An impending decision in Sacramento may greatly restrict an “abusive” loophole used to Santa Monica tenants.

At the August 10 meeting of the Santa Monica Rent Control Board, Legislative Advocate Brian Augusta updated the board on several bills that are in a “furious rush” to be passed by the 2023-24 California legislative session. With just under a month to go in the session, Augusta provided the status on three bills aimed at rent stabilization, including a proposal to limit no-fault provisions.

Under current law, evictions are prohibited without just cause, however a “no-fault” just cause classification exists that allows an owner to occupy the property either themselves, or an occupancy by the owner’s spouse, domestic partner, children, grandchildren, parents or grandparents. This tactic, Augusta noted, was used as reason for evictions during the COVID-19 pandemic, even after the enacting of the state’s Tenant Protection Act in 2019.

Currently under advisement by the state’s Appropriations Committee, SB 567 would amend current law to require the property owner, partner or family member to occupy the property for a minimum of 12 continuous months as the person’s primary residence. Existing law does not put a time frame or requirements on property occupation, meaning a property owner can evict with intent to move in, without actually doing so post-eviction. Another amendment would require all rental units at the rental property where the no-fault eviction took place to be withdrawn from the rental market.

A definition change in SB 567 also aims to hold property owners accountable in no-fault tenant removals. The bill states that a property owner must have “intent to demolish or to substantially remodel the residential real property” in order to remove a tenant, with “substantial remodel” replacing the word “repairs” used in current law. A tenant would not be required to vacate the property for “cosmetic improvements,” including painting, decorating, minor repairs, or other work that can be performed safely without having the property vacated. “Substantial remodel” will only concern work that cannot be accomplished in a safe manner with a tenant occupying the property, such as structural, electrical or plumbing replacement or modification that requires a governmental agency permit.

Extra provisions to include more housing under the bill, such as more single-family homes, were dropped from the bill in early discussions. However, the bill is poised to pass through the legislative session, with opposition taking what Augusta called a “softer tone” in comparison to other legislation.

Two other bills currently being discussed in Sacramento are amendments to the Costa-Hawkins Rental Housing Act of 1995, which may be repealed outright on the November 2024 ballot.

California Assembly Bill 1620 amends Costa-Hawkins for tenants with a permanent disability related to mobility, authorizing the tenant to move to an available comparable or smaller unit with disability accommodations. The move to an accessible unit would be made under the same rent price and terms as the tenant’s current unit.
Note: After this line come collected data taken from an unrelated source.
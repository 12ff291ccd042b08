"""project.toml -> ProjectSpec: one project's metadata, read and validated completely.

Every problem (TOML syntax, wrong type, unknown key with a "did you mean", missing file, value
out of its set) becomes one :class:`~steadyline.errors.Problem` naming the file, line and key,
and all of a project's problems are raised together in one
:class:`~steadyline.errors.ProjectError`. The metrics' own keys are read by
:mod:`.metric`; nothing here reads data, column checks happen in :mod:`steadyline.loading`.
"""

from __future__ import annotations

import datetime as dt
import os
from pathlib import Path

from .. import files
from ..errors import Problem, ProjectError, rel
from .discovery import NOTES_DEFAULT, PROJECT_FILE
from .keys import COMPARISON_KEYS, EVENT_KEYS, PHASE_DATE_KEYS, PHASES, PROJECT_KEYS, SLUG_RE
from .metric import read_metric
from .model import Event, MetricSpec, Period, PortfolioSettings, ProjectSpec
from .reading import Checker, Reader
from .shape import period_clash
from .studies import check_study_links
from .toml_file import OUTSIDE_PORTFOLIO, OUTSIDE_PROJECT, fault, outside, read_toml, sentence


def load_project(
    folder: Path, root: Path | None = None, settings: PortfolioSettings | None = None
) -> tuple[ProjectSpec, list[Problem]]:
    """Read and validate one project's metadata.

    Returns the model and the warnings; raises ProjectError with every error found.
    """
    settings = settings or PortfolioSettings()
    root = root or folder.parent
    meta = _project_file(folder, root)
    data, text, problems = read_toml(meta, root)
    if data is None:
        raise ProjectError(problems)
    ck = Checker(meta, root, text)
    slug = folder.name
    if not SLUG_RE.match(slug):
        ck.add(
            "",
            f"the folder name {slug!r} is not a valid project slug; use lower-case "
            "letters, digits and hyphens",
        )
    ck.unknown_keys(data, PROJECT_KEYS, "")
    r = Reader(ck, data, "")
    title = r.text("title", required=True, default=slug, what="the project's title")
    owner = r.text("owner", required=True, default="", what="who leads the project")
    phase = r.choice("phase", PHASES, default="define", required=True)
    problem = r.text("problem", required=True, default="", what="the problem statement")
    tags = _tags(data, r)
    notes = r.text("notes")
    notes_path = _notes(ck, folder, notes)
    safety = r.boolean("safety_related")
    phase_dates = _phase_dates(ck, r)
    comp_baseline, comp_after = _comparison(ck, r)
    events = _events(ck, data, r)
    raw_metrics = _metric_tables(ck, data, r)
    metrics = _metrics(ck, raw_metrics, folder, root, settings, comp_baseline, comp_after)
    _strays(ck, folder, root, notes, raw_metrics)

    errors = [p for p in ck.problems if p.severity == "error"]
    if errors:
        raise ProjectError(ck.problems)
    project = ProjectSpec(
        slug=slug,
        folder=folder,
        meta_path=meta,
        meta_rel=ck.shown,
        title=title or slug,
        owner=owner or "",
        phase=phase or "define",
        problem=problem or "",
        tags=tags,
        notes_path=notes_path,
        safety_related=safety,
        phase_dates=phase_dates,
        events=events,
        metrics=metrics,
    )
    return project, [p for p in ck.problems if p.severity != "error"]


def _project_file(folder: Path, root: Path) -> Path:
    """The project's project.toml, once the folder and the file are known to be inside where
    they must be and the file can be read; else a ProjectError with the one reason."""
    if not files.inside(folder, root):
        raise ProjectError(
            [
                Problem(
                    f"{folder.name}/",
                    None,
                    "",
                    outside(
                        "the project folder",
                        folder,
                        "projects folder",
                        OUTSIDE_PORTFOLIO,
                        "move the project in instead",
                    ),
                )
            ]
        )
    try:
        with os.scandir(folder):
            pass
    except OSError as e:  # else every file in it would seem missing
        raise ProjectError(
            [Problem(rel(folder, root) + "/", None, "", f"cannot read the folder: {e.strerror}")]
        ) from None
    meta = folder / PROJECT_FILE
    if not files.exists(meta):
        raise ProjectError(
            [
                Problem(
                    rel(folder, root) + "/",
                    None,
                    "",
                    f"no {PROJECT_FILE} in this project folder; add one (see the "
                    "project format in the README) or move the folder out",
                )
            ]
        )
    if not files.inside(meta, folder):
        raise ProjectError(
            [
                Problem(
                    rel(meta, root),
                    None,
                    "",
                    outside(
                        PROJECT_FILE,
                        meta,
                        "project folder",
                        OUTSIDE_PROJECT,
                        "copy the file in instead",
                    ),
                )
            ]
        )
    if (why := fault(meta)) is not None:
        raise ProjectError([Problem(rel(meta, root), None, "", why)])
    return meta


def _tags(data: dict, r: Reader) -> tuple[str, ...]:
    """The tags, each once, in their order."""
    if "tags" not in data:
        return ()
    v = data["tags"]
    if not isinstance(v, list) or not all(isinstance(t, str) for t in v):
        r._bad("tags", "a list of text", v)
        return ()
    return tuple(dict.fromkeys(t.strip() for t in v if t.strip()))


def _notes(ck: Checker, folder: Path, notes: str | None) -> Path | None:
    """The notes file: the one named, else notes.md when present (used then, so it must be
    readable); None when there is none or it cannot be used."""
    if notes is not None:
        p = folder / notes
        if Path(notes).is_absolute() or not files.inside(p, folder):
            ck.add(
                "notes",
                f"{notes!r} points outside the project folder; keep notes inside it",
                ck.loc.line_of("notes"),
            )
        elif (why := fault(p)) == "":
            ck.add("notes", f"the notes file {notes!r} does not exist", ck.loc.line_of("notes"))
        elif why is not None:
            ck.add("notes", sentence(f"the notes file {notes!r}", why), ck.loc.line_of("notes"))
        else:
            return p
    elif files.exists(folder / NOTES_DEFAULT):  # used when present, so it must be readable
        if not files.inside(folder / NOTES_DEFAULT, folder):
            ck.add(
                "notes",
                f"the notes file {NOTES_DEFAULT!r} points outside the project folder "
                "(a link); keep notes inside it",
            )
        elif (why := fault(folder / NOTES_DEFAULT)) is not None:
            ck.add("notes", sentence(f"the notes file {NOTES_DEFAULT!r}", why))
        else:
            return folder / NOTES_DEFAULT
    return None


def _phase_dates(ck: Checker, r: Reader) -> tuple[tuple[str, dt.date], ...]:
    """The dates the project entered its phases, in the phases' order, each after the last."""
    phase_dates: list[tuple[str, dt.date]] = []
    pd_table = r.table_("phase_dates")
    if pd_table is None:
        return ()
    ck.unknown_keys(pd_table, PHASE_DATE_KEYS, "phase_dates.", table="phase_dates")
    pr = Reader(ck, pd_table, "phase_dates.", table="phase_dates")
    for ph in PHASES:
        if ph in pd_table:
            d = pr.date(ph)
            if d is not None:
                phase_dates.append((ph, d))
    for (a, da), (b, db) in zip(phase_dates, phase_dates[1:], strict=False):
        if db < da:
            ck.add(
                f"phase_dates.{b}",
                f"{b} starts {db}, before {a} ({da}); phases run {', '.join(PHASES)}",
                ck.loc.line_of(b, "phase_dates"),
            )
    return tuple(phase_dates)


def _comparison(ck: Checker, r: Reader) -> tuple[Period | None, Period | None]:
    """The [comparison] baseline and after periods every metric takes unless it sets its own;
    a clash of the two is reported here, once."""
    comp = r.table_("comparison")
    if comp is None:
        return None, None
    ck.unknown_keys(comp, COMPARISON_KEYS, "comparison.", table="comparison")
    cr = Reader(ck, comp, "comparison.", table="comparison")
    comp_baseline, comp_after = cr.period("baseline"), cr.period("after")
    if comp_baseline and comp_after:
        clash = period_clash(comp_baseline, comp_after)
        if clash:
            ck.add(f"comparison.{clash[0]}", clash[1], cr._line(clash[0]))
    return comp_baseline, comp_after


def _events(ck: Checker, data: dict, r: Reader) -> tuple[Event, ...]:
    """The [[event]] tables, by date."""
    events: list[Event] = []
    ev = data.get("event", [])
    if not isinstance(ev, list) or not all(isinstance(e, dict) for e in ev):
        r._bad("event", "[[event]] tables with date and label", ev)
        ev = []
    for i, e in enumerate(ev):
        er = Reader(ck, e, f"event[{i + 1}].", table="event", index=i)
        ck.unknown_keys(e, EVENT_KEYS, f"event[{i + 1}].", table="event", index=i)
        label = er.text("label", required=True, what="a short label")
        if "date" not in e:
            er.missing("date", "the date of the event")
            continue
        d = er.date("date")
        if d is not None and label:
            events.append(Event(d, label))
    events.sort(key=lambda e: (e.date, e.label))
    return tuple(events)


def _metric_tables(ck: Checker, data: dict, r: Reader) -> list[dict]:
    """The [[metric]] tables as written; none when they are missing or not tables."""
    raw_metrics = data.get("metric")
    # A project without a metric has nothing to draw: an error (where the file says so: an
    # empty list `metric = []`, or a single [metric] table written for [[metric]]).
    if raw_metrics is None:
        ck.add("metric", "no [[metric]] table; a project needs at least one metric")
        return []
    if isinstance(raw_metrics, dict):
        ck.add(
            "metric",
            "[metric] is a single table; write [[metric]] (double brackets) before each metric",
            ck.loc.header_line("metric") or ck.loc.line_of("metric"),
        )
        return []
    if not isinstance(raw_metrics, list) or not all(isinstance(m, dict) for m in raw_metrics):
        r._bad("metric", "[[metric]] tables", raw_metrics)
        return []
    if not raw_metrics:
        ck.add(
            "metric",
            "the list of metrics is empty; a project needs at least one [[metric]] table",
            ck.loc.line_of("metric"),
        )
    return raw_metrics


def _metrics(
    ck: Checker,
    raw_metrics: list[dict],
    folder: Path,
    root: Path,
    settings: PortfolioSettings,
    comp_baseline: Period | None,
    comp_after: Period | None,
) -> tuple[MetricSpec, ...]:
    """Every metric read, then what only all of them together can tell: unique ids, the links
    to measurement studies, one headline."""
    metrics: list[MetricSpec] = []
    seen_ids: set[str] = set()
    indexed: list[tuple[int, MetricSpec]] = []
    for i, m in enumerate(raw_metrics):
        spec = read_metric(ck, m, i, folder, root, settings, comp_baseline, comp_after)
        if spec is None:
            continue
        if spec.id in seen_ids:
            ck.add(
                f"metric[{i + 1}].id",
                f"the id {spec.id!r} is used by another metric; ids must be unique in a project",
                ck.loc.line_of("id", "metric", i),
            )
            continue
        seen_ids.add(spec.id)
        metrics.append(spec)
        indexed.append((i, spec))
    if len(indexed) == len(raw_metrics):  # else the link may name a metric with errors
        check_study_links(ck, indexed)
    if sum(m.headline for m in metrics) > 1:
        ck.add("metric.headline", "more than one metric is marked headline = true; mark one")
    return tuple(metrics)


def _strays(
    ck: Checker, folder: Path, root: Path, notes: str | None, raw_metrics: list[dict]
) -> None:
    """What the project holds but does not use, and could not be read: a warning, never more."""
    used = {os.path.normpath(folder / n) for n in (PROJECT_FILE, NOTES_DEFAULT, notes) if n}
    used |= {
        os.path.normpath(folder / x["file"]) for x in raw_metrics if isinstance(x.get("file"), str)
    }
    for path, why in files.strays(folder, used, root):
        ck.problems.append(
            Problem(
                rel(path, root),
                None,
                "",
                f"{why}; the project does not use it, so it is left alone",
                "warning",
            )
        )


def read_heading(folder: Path, root: Path | None = None) -> dict[str, str]:
    """What names a project whose metadata has errors: its ``title`` and ``phase``, when the
    TOML can be parsed and they are valid (a partial read), so that its notice page and index
    card name it as its owners do and count it in its phase. Reads only what
    :func:`load_project` would (a regular project.toml inside the project folder, inside the
    projects folder); an empty dict when there is nothing usable. Never raises."""
    root = root or folder.parent
    meta = folder / PROJECT_FILE
    try:
        if (
            not files.inside(folder, root)
            or not files.exists(meta)
            or not files.inside(meta, folder)
            or fault(meta) is not None
        ):
            return {}
        data, _text, _problems = read_toml(meta, root)
    except Exception:  # best effort while another error is reported: the folder's name then
        return {}
    out: dict[str, str] = {}
    if data is None:
        return out
    title = data.get("title")
    if isinstance(title, str) and title.strip():
        out["title"] = title.strip()
    phase = data.get("phase")
    if isinstance(phase, str) and phase in PHASES:
        out["phase"] = phase
    return out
To gain access to accommodations, the floor of the tenant’s current dwelling or unit must have no operational elevator, and the tenant must provide the owner with a written request to move to an accessible space before the unit becomes available.

The bill is not a statewide obligation, but rather gives local governments the authority to enact the provision. The bill has previously been supported locally by officials in both Santa Monica and West Hollywood, Augusta stated. Realtors continue to oppose the bill, which has made it through a first vote.
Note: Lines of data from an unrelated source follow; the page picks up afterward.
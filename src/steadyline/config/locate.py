"""The line of a key in TOML text, for messages: tomllib gives no positions.

Kept apart from the reading of values: it works on the text alone, and every message of the
validator (``file:line: key: message``) takes its line from here.
"""

from __future__ import annotations

import re


class Locator:
    """Finds the line of a key in TOML text, for messages (tomllib gives no positions).

    A key is looked for only inside its own table: a ``[table]`` or the index-th
    ``[[table]]`` up to the next header that is not one of its sub-tables (``[table.sub]``), a
    sub-table up to the next header. A table written inline (``table = {...}``) or with dotted
    keys (``table.key = ...``, ``sub.key = ...``) is found on that line.
    """

    _HEADER = re.compile(r"^\s*\[")

    def __init__(self, text: str):
        self.lines = text.splitlines()

    def _table_start(self, table: str | None, index: int | None) -> int | None:
        """The header's index (0-based), or None when the file has no such header."""
        if table is None:
            return None
        pattern = re.compile(
            r"^\s*\[\[\s*" + re.escape(table) + r"\s*\]\]"
            if index is not None
            else r"^\s*\[\s*" + re.escape(table) + r"\s*\]"
        )
        seen = -1
        for i, line in enumerate(self.lines):
            if pattern.match(line):
                seen += 1
                if index is None or seen == index:
                    return i
        return None

    def _end(self, start: int, inner: str | None) -> int:
        """Where the table whose header is at *start* ends: the next header, not counting the
        sub-tables ``[inner.…]`` when *inner* is given."""
        own = re.compile(r"^\s*\[\[?\s*" + re.escape(inner) + r"\.") if inner else None
        for i in range(start + 1, len(self.lines)):
            line = self.lines[i]
            if self._HEADER.match(line) and not (own and own.match(line)):
                return i
        return len(self.lines)

    def _find(self, key: str, lo: int, hi: int, dotted: str | None = None) -> int | None:
        """The first line in [lo, hi) that sets *key* (or, with *dotted*, ``dotted.key``)."""
        name = r"\"?" + re.escape(key) + r"\"?"
        if dotted is not None:
            name = r"\"?" + re.escape(dotted) + r"\"?\s*\.\s*" + name
        kp = re.compile(r"^\s*" + name + r"\s*=")
        for i in range(lo, hi):
            if self._HEADER.match(self.lines[i]):
                continue
            if kp.match(self.lines[i]):
                return i
        return None

    def entry_line(
        self, key: str | None, table: str, index: int, sub: str, entry: int
    ) -> int | None:
        """The line of *key* in the entry-th table of the list *sub* of the index-th
        ``[[table]]``: written ``[[table.sub]]`` (the entry's header, or its key beneath it) or
        inline (``sub = [{...}, ...]``: the line where the entry's brace opens, else the line
        of ``sub``)."""
        start = self._table_start(table, index)
        if start is None:
            return self.line_of(sub, table, index)
        own = re.compile(r"^\s*\[\[?\s*" + re.escape(table) + r"\.")
        end = next(
            (
                i
                for i in range(start + 1, len(self.lines))
                if self._HEADER.match(self.lines[i]) and not own.match(self.lines[i])
            ),
            len(self.lines),
        )
        pat = re.compile(r"^\s*\[\[\s*" + re.escape(f"{table}.{sub}") + r"\s*\]\]")
        heads = [i for i in range(start + 1, end) if pat.match(self.lines[i])]
        if entry < len(heads):
            h = heads[entry]
            found = None if key is None else self._find(key, h + 1, self._end(h, None))
            return (found if found is not None else h) + 1
        at = self._find(sub, start + 1, self._end(start, None))
        if at is None:
            return start + 1
        braces = [i for i in range(at, end) if "{" in self.lines[i]]
        return (braces[entry] if entry < len(braces) else at) + 1

    def header_line(self, table: str) -> int | None:
        """The line of a plain ``[table]`` header, or None when there is none."""
        i = self._table_start(table, None)
        return None if i is None else i + 1

    def line_of(
        self,
        key: str | None,
        table: str | None = None,
        index: int | None = None,
        sub: str | None = None,
    ) -> int | None:
        top_end = self._end(-1, None)  # top-level keys stand before the first header
        if table is None:
            found = None if key is None else self._find(key, 0, top_end)
            return None if found is None else found + 1
        start = self._table_start(table, index)
        if start is None:  # inline or dotted at the top level: the line that names the table
            found = None if key is None else self._find(key, 0, top_end, dotted=table)
            if found is None:
                found = self._find(table, 0, top_end)
            if found is None:
                found = next(
                    (
                        i
                        for i in range(top_end)
                        if re.match(r"^\s*" + re.escape(table) + r"\s*\.", self.lines[i])
                    ),
                    None,
                )
            return None if found is None else found + 1
        lo, hi = start, self._end(start, table)
        if sub is not None:
            pat = re.compile(r"^\s*\[\s*" + re.escape(f"{table}.{sub}") + r"\s*\]")
            sub_start = next((i for i in range(lo + 1, hi) if pat.match(self.lines[i])), None)
            if sub_start is None:  # inline (sub = {...}) or dotted (sub.key = ...)
                own_end = self._end(start, None)
                found = None if key is None else self._find(key, lo, own_end, dotted=sub)
                if found is None:
                    found = self._find(sub, lo, own_end)
                return (found if found is not None else start) + 1
            lo, hi = sub_start, self._end(sub_start, None)
        if key is None:
            return lo + 1
        found = self._find(key, lo, hi if sub is not None else self._end(lo, None))
        return (found if found is not None else lo) + 1


# ----------------------------------------------------------------------------- validation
Another potential amendment to Costa-Hawkins, SB 466, would have expanded rent control to units previously exempt from the rules. However the bill faced massive opposition and is not expected to advance.

Separate from efforts in Sacramento to amend the Costa-Hawkins act, California voters will be able to vote on expanded rent control rules on the November 2024 ballot. The Justice for Renters Act measure, which would repeal Costa-Hawkins, recently gathered enough signatures to qualify for the 2024 ballot. Similar propositions in previous years have failed to pass, with Prop. 10 failing by 19 points in 2018 and Prop. 21 failing by a similar margin in 2020.
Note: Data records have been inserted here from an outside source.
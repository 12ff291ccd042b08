"""portfolio.toml -> PortfolioSettings: the portfolio-wide defaults, every key optional."""

from __future__ import annotations

from pathlib import Path

from .. import files
from ..errors import Problem
from .discovery import PORTFOLIO_FILE
from .keys import BIN_RULES, PORTFOLIO_KEYS, QUARTILE_METHODS, RUN_RULES, SIGMA_LEVELS, SIGNAL_RULES
from .model import PortfolioSettings
from .reading import Checker, Reader
from .toml_file import OUTSIDE_PORTFOLIO, outside, read_toml


def load_portfolio(root: Path) -> tuple[PortfolioSettings, list[Problem]]:
    path = root / PORTFOLIO_FILE
    if not files.exists(path):
        return PortfolioSettings(), []
    if not files.inside(path, root):
        return PortfolioSettings(), [
            Problem(
                PORTFOLIO_FILE,
                None,
                "",
                outside(
                    PORTFOLIO_FILE,
                    path,
                    "projects folder",
                    OUTSIDE_PORTFOLIO,
                    "copy the file in instead",
                ),
            )
        ]
    data, text, problems = read_toml(path, root)
    if data is None:
        return PortfolioSettings(), problems
    ck = Checker(path, root, text)
    ck.unknown_keys(data, PORTFOLIO_KEYS, "")
    r = Reader(ck, data, "")
    d = PortfolioSettings()
    mb = r.number("max_file_mb")
    if mb is not None and mb <= 0:
        ck.add(
            "max_file_mb",
            f"must be a positive number of megabytes, got {mb:g}; the default "
            f"{d.max_file_mb:g} is used",
            ck.loc.line_of("max_file_mb"),
        )
    settings = PortfolioSettings(
        title=r.text("title", default=d.title),
        signal_rules=r.choice("signal_rules", SIGNAL_RULES, d.signal_rules),
        run_rules=r.choice("run_rules", RUN_RULES, d.run_rules),
        quartiles=r.choice("quartiles", QUARTILE_METHODS, d.quartiles),
        bins=r.choice("bins", BIN_RULES, d.bins),
        max_file_mb=mb if mb and mb > 0 else d.max_file_mb,
        stale_after_days=r.integer("stale_after_days", minimum=1) or d.stale_after_days,
        sigma_level=r.choice("sigma_level", SIGMA_LEVELS, d.sigma_level),
        handover_pack=bool(r.boolean("handover_pack")),
    )
    return settings, ck.problems
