"""The projects folder: the metadata files' names, its project folders and its strays.

No TOML is read here: the build lists the projects (and warns of strays) before it reads any.
"""

from __future__ import annotations

from pathlib import Path

from .. import files
from ..errors import Problem, rel

PROJECT_FILE = "project.toml"
PORTFOLIO_FILE = "portfolio.toml"
NOTES_DEFAULT = "notes.md"


def discover(root: Path) -> list[Path]:
    """Project folders under the portfolio root: every sub-folder that is not hidden.

    A folder without project.toml is still listed so that the user is told about it, and so is
    a link to a folder outside the projects folder (it is refused when loaded). A folder named
    portfolio.toml is not a project: it is reported as a broken portfolio.toml.
    """
    if not root.is_dir():
        return []
    return sorted(
        p
        for p in root.iterdir()
        if p.is_dir() and p.name != PORTFOLIO_FILE and not p.name.startswith((".", "_"))
    )


def stray_entries(root: Path) -> list[Problem]:
    """Warnings for what lies directly in the projects folder, is neither a folder nor
    portfolio.toml, and cannot be read (a named pipe, socket or device, a dangling link or a
    loop of links, an unreadable file): no project uses it, so it costs none. Reads nothing,
    and opens nothing but regular files (to learn whether they can be read)."""
    if not root.is_dir():
        return []
    problems = []
    for p in sorted(root.iterdir()):
        if p.name.startswith((".", "_")) or p.name == PORTFOLIO_FILE or files.is_ignored(p.name):
            continue
        if p.is_dir() or not files.inside(p, root):
            continue
        why = files.readable_fault(p)
        if why is not None:
            problems.append(
                Problem(
                    rel(p, root),
                    None,
                    "",
                    f"{why}; no project uses it, so it is left alone",
                    "warning",
                )
            )
    return problems
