def test_two_builds_of_the_same_input_are_byte_identical(demo_site: Path, tmp_path: Path):
    again = tmp_path / "again"
    build(BuildOptions(DEMO, again, jobs=1, force=True))
    assert tree_hashes(again) == tree_hashes(demo_site)


def test_a_rebuild_with_no_change_writes_nothing(tmp_path: Path):
    projects = copy_projects(tmp_path / "projects")
    out = tmp_path / "site"
    first = build(BuildOptions(projects, out, jobs=1))
    assert first.written and sorted(first.built) == sorted(SMALL)
    before = tree_hashes(out)
    stamp = (out / "index.html").stat().st_mtime_ns
    second = build(BuildOptions(projects, out, jobs=1))
    assert not second.written and second.built == [] and sorted(second.reused) == sorted(SMALL)
    assert tree_hashes(out) == before
    assert (out / "index.html").stat().st_mtime_ns == stamp


def test_a_changed_csv_rebuilds_only_its_project(tmp_path: Path):
    projects = copy_projects(tmp_path / "projects")
    out = tmp_path / "site"
    build(BuildOptions(projects, out, jobs=1))
    before = tree_hashes(out)
    csv = projects / "order-picking-errors" / "picking_audit.csv"
    lines = csv.read_text("utf-8").splitlines()
    lines[5] = lines[5].rsplit(",", 1)[0] + "," + str(int(lines[5].rsplit(",", 1)[1]) + 1)
    csv.write_text("\n".join(lines) + "\n", "utf-8")
    report = build(BuildOptions(projects, out, jobs=1))
    assert report.built == ["order-picking-errors"]
    assert sorted(report.reused) == sorted(s for s in SMALL if s != "order-picking-errors")
    after = tree_hashes(out)
    changed = {k for k in after if before.get(k) != after[k]}
    assert "projects/order-picking-errors/results.json" in changed
    assert not any(k.startswith("projects/customer-returns/") for k in changed)
    manifest = json.loads((out / MANIFEST).read_text("utf-8"))
    assert set(manifest["projects"]) == set(SMALL)


def test_force_rebuilds_everything(tmp_path: Path):
    projects = copy_projects(tmp_path / "projects", SMALL[:2])
    out = tmp_path / "site"
    build(BuildOptions(projects, out, jobs=1))
    report = build(BuildOptions(projects, out, jobs=1, force=True))
    assert sorted(report.built) == sorted(SMALL[:2]) and report.reused == []


def test_a_broken_project_is_a_notice_and_the_rest_still_builds(tmp_path: Path, capsys):
    projects = copy_projects(tmp_path / "projects", SMALL[:2])
    toml = projects / "frame-dropout-alignment" / "project.toml"
    toml.write_text(
        toml.read_text("utf-8").replace('type = "continuous"', 'type = "continous"'), "utf-8"
    )
    out = tmp_path / "site"
    code = main(["build", str(projects), "--out", str(out), "--jobs", "1", "--quiet"])
    err = capsys.readouterr().err
    assert code == 1
    assert "frame-dropout-alignment/project.toml:" in err and "did you mean 'continuous'" in err
    broken = (out / "projects" / "frame-dropout-alignment" / "index.html").read_text("utf-8")
    assert "could not be built" in broken and "did you mean" in broken
    assert (out / "projects" / "order-picking-errors" / "results.json").is_file()
    index = (out / "index.html").read_text("utf-8")
    assert "card-broken" in index and "Not built" in index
Rent Control Board Chair Anastasia Foster ended the presentation by stating that there is “a lot of talk around” Costa-Hawkins at the moment, voicing her concerns about “rapidly increasing rent” in Santa Monica and beyond.

“There will be no one left in the state of California to serve them their dinner … if they have nowhere to live … if lateral moves are made impossible when your family size changes or your circumstances change or your city changes,” Foster said. “The desire for return today is blunting, I think, some of our property owners ability to see the long-term, and that they are going to price themselves out of customers and be fighting each other for a scarcer and scarcer amount of wealthy individuals, who will find that the services that they love in their luxury cities by the sea no longer exist because there’s no one to provide them.”

  • Correction: This story has been updated to reflect the legislative body considering the bills is at the State, not Federal, level.